How to complete this task:
Reproduce exactly, and exclusively, the lines from the line containing "machine of two" through the final line of the listing below.

- - - -

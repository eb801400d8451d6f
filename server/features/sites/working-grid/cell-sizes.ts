import type { CellSize } from '#contract/working-grid.ts';
import type { Outlook } from '#contract/outlooks.ts';
import type { Plant } from '#contract/sites.ts';
import { coarsenGrid } from '#rasters/align/suggest-grid.ts';
import type { Grid } from '#sim-core/grid/grid.ts';
import { fitKernel, RunProblem } from '#sim-core/index.ts';

/** Times the side of the finest cell. */
const factors = [1, 2, 3, 4, 5, 6, 8, 10] as const;

/**
 * What a run costs on one core, with counts, on ground that is covered all over: 73 to 78 ns a cell and step, and 37
 * bytes a cell between maps of 1,000² and 2,000² cells. Measured on 2026-12-01 in Node 20 on a shared machine of two
 * cores; bare cells cost less, and browsers hold the pictures of the map besides.
 */
export const cost = { secondsPerCellStep: 75e-9, bytesPerCell: 40 } as const;

/** The grid whose cells are `factor` times as wide as the finest that the site may have. */
export const gridOfFactor = (finest: Grid, factor: number): Grid =>
  coarsenGrid(finest, finest.cellSize * factor);

/** The working cells that a site may have, and what each would mean for its plant. */
export function cellSizesOf(
  finest: Grid,
  plant: Plant,
  { stepsPerYear }: Pick<Outlook, 'stepsPerYear'>,
): CellSize[] {
  return factors
    .map((factor) => ({ factor, grid: gridOfFactor(finest, factor) }))
    .filter(({ factor, grid }) => factor === 1 || (grid.width > 1 && grid.height > 1))
    .map(({ factor, grid }) => {
      const cells = grid.width * grid.height;
      return {
        factor,
        grid,
        cells,
        ...frontOn(grid, plant, stepsPerYear),
        memoryBytes: cells * cost.bytesPerCell,
        secondsPerYear: cells * stepsPerYear * cost.secondsPerCellStep,
      };
    });
}

/** v(π/4)/v(0) of the kernel that the plant would have on such cells. */
function frontOn(
  { cellSize }: Grid,
  { rates }: Plant,
  stepsPerYear: Outlook['stepsPerYear'],
): Pick<CellSize, 'frontRatio' | 'warnings'> {
  try {
    const { frontSpeed, diagonalFrontSpeed, warnings } = fitKernel(rates, cellSize, stepsPerYear);
    return { frontRatio: frontSpeed > 0 ? diagonalFrontSpeed / frontSpeed : null, warnings: [...warnings] };
  } catch (error) {
    if (!(error instanceof RunProblem)) throw error;
    return { frontRatio: null, warnings: error.problems.map(({ message }) => `${message}.`) };
  }
}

- - - -

Exercise response:
 * bytes a cell between maps of 1,000² and 2,000² cells. Measured on 2026-12-01 in Node 20 on a shared machine of two
 * cores; bare cells cost less, and browsers hold the pictures of the map besides.
 */
export const cost = { secondsPerCellStep: 75e-9, bytesPerCell: 40 } as const;

/** The grid whose cells are `factor` times as wide as the finest that the site may have. */
export const gridOfFactor = (finest: Grid, factor: number): Grid =>
  coarsenGrid(finest, finest.cellSize * factor);

/** The working cells that a site may have, and what each would mean for its plant. */
export function cellSizesOf(
  finest: Grid,
  plant: Plant,
  { stepsPerYear }: Pick<Outlook, 'stepsPerYear'>,
): CellSize[] {
  return factors
    .map((factor) => ({ factor, grid: gridOfFactor(finest, factor) }))
    .filter(({ factor, grid }) => factor === 1 || (grid.width > 1 && grid.height > 1))
    .map(({ factor, grid }) => {
      const cells = grid.width * grid.height;
      return {
        factor,
        grid,
        cells,
        ...frontOn(grid, plant, stepsPerYear),
        memoryBytes: cells * cost.bytesPerCell,
        secondsPerYear: cells * stepsPerYear * cost.secondsPerCellStep,
      };
    });
}

/** v(π/4)/v(0) of the kernel that the plant would have on such cells. */
function frontOn(
  { cellSize }: Grid,
  { rates }: Plant,
  stepsPerYear: Outlook['stepsPerYear'],
): Pick<CellSize, 'frontRatio' | 'warnings'> {
  try {
    const { frontSpeed, diagonalFrontSpeed, warnings } = fitKernel(rates, cellSize, stepsPerYear);
    return { frontRatio: frontSpeed > 0 ? diagonalFrontSpeed / frontSpeed : null, warnings: [...warnings] };
  } catch (error) {
    if (!(error instanceof RunProblem)) throw error;
    return { frontRatio: null, warnings: error.problems.map(({ message }) => `${message}.`) };
  }
}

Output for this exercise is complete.